─── THE INPUT ───

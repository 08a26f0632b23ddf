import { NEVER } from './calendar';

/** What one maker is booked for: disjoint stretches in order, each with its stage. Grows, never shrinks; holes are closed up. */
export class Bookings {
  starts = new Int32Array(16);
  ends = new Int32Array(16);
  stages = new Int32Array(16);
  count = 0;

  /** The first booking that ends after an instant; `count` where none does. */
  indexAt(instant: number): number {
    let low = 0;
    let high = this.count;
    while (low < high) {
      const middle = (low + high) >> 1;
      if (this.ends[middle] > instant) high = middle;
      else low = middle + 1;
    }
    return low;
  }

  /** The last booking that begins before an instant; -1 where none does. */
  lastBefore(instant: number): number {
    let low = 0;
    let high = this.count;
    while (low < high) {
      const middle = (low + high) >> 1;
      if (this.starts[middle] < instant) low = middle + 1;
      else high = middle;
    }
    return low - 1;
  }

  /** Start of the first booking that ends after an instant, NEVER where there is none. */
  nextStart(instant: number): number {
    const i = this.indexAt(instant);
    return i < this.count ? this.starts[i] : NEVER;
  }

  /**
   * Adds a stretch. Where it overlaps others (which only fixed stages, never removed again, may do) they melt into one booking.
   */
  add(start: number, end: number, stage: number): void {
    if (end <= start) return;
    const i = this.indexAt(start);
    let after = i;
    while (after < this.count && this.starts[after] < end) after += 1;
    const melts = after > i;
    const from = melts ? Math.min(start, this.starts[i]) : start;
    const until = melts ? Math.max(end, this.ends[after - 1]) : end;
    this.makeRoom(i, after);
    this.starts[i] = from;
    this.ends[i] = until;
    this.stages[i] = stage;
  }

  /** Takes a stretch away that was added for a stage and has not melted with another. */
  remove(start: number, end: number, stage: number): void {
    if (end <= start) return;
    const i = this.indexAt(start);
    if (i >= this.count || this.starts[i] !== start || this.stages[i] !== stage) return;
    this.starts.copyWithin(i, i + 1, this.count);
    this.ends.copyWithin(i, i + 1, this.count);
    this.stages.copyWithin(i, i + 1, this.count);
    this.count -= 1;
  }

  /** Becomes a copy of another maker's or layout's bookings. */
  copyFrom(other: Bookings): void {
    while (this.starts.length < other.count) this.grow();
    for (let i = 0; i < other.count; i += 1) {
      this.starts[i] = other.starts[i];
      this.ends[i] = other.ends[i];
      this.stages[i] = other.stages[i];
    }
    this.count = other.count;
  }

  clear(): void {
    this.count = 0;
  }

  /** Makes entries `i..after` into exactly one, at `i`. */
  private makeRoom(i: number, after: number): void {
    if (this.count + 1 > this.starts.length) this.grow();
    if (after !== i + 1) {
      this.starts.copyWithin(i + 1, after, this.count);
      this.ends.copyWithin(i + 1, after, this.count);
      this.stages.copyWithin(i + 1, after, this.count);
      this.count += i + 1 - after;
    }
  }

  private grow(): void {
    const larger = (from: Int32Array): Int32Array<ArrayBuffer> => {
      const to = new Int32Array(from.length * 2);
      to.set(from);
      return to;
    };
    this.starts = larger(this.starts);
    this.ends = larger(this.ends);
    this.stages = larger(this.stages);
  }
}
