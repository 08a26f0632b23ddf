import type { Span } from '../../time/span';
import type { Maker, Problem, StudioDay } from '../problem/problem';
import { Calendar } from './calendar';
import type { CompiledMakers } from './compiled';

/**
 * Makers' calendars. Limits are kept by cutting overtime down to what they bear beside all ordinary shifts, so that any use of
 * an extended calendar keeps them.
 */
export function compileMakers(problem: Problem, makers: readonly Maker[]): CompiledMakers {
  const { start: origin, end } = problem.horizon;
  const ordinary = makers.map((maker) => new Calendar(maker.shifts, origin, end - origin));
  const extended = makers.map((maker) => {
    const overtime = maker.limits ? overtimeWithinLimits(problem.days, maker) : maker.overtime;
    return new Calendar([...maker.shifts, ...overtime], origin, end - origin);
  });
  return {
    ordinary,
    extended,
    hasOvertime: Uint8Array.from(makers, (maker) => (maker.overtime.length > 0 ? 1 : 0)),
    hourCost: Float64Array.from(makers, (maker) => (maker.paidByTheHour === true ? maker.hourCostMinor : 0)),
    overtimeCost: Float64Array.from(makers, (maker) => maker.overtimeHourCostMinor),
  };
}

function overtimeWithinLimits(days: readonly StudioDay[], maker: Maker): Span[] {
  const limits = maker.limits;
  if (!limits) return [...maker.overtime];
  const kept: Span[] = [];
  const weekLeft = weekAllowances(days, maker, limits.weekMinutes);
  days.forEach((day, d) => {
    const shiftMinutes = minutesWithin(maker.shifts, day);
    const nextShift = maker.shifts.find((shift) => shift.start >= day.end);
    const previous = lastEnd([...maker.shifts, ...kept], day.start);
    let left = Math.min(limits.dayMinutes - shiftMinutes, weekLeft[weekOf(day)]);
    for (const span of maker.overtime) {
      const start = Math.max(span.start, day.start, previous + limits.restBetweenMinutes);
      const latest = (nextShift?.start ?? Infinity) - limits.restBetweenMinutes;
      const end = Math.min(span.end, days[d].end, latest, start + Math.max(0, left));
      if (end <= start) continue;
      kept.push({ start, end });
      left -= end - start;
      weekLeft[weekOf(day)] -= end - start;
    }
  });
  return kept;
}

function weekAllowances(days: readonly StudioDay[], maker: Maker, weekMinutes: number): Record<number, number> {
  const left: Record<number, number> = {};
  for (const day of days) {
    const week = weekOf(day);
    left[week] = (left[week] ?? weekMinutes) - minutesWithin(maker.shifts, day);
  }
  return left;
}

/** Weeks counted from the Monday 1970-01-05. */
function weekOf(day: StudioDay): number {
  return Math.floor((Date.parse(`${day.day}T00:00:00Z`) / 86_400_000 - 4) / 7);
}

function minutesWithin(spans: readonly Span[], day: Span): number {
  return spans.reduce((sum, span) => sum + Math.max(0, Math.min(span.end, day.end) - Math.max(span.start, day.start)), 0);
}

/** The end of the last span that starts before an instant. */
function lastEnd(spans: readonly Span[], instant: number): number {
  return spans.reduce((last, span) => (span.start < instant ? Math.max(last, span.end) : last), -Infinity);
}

───

Reproducing the whole listing above is not the task. Copy exactly only the lines from the one with "overtimeCost: Float64Array.from(makers, (maker)" to the one with "let left = Math.min(limits.dayMinutes", both kept.

→ **ANSWER SPACE**:
    overtimeCost: Float64Array.from(makers, (maker) => maker.overtimeHourCostMinor),
  };
}

function overtimeWithinLimits(days: readonly StudioDay[], maker: Maker): Span[] {
  const limits = maker.limits;
  if (!limits) return [...maker.overtime];
  const kept: Span[] = [];
  const weekLeft = weekAllowances(days, maker, limits.weekMinutes);
  days.forEach((day, d) => {
    const shiftMinutes = minutesWithin(maker.shifts, day);
    const nextShift = maker.shifts.find((shift) => shift.start >= day.end);
    const previous = lastEnd([...maker.shifts, ...kept], day.start);
    let left = Math.min(limits.dayMinutes - shiftMinutes, weekLeft[weekOf(day)]);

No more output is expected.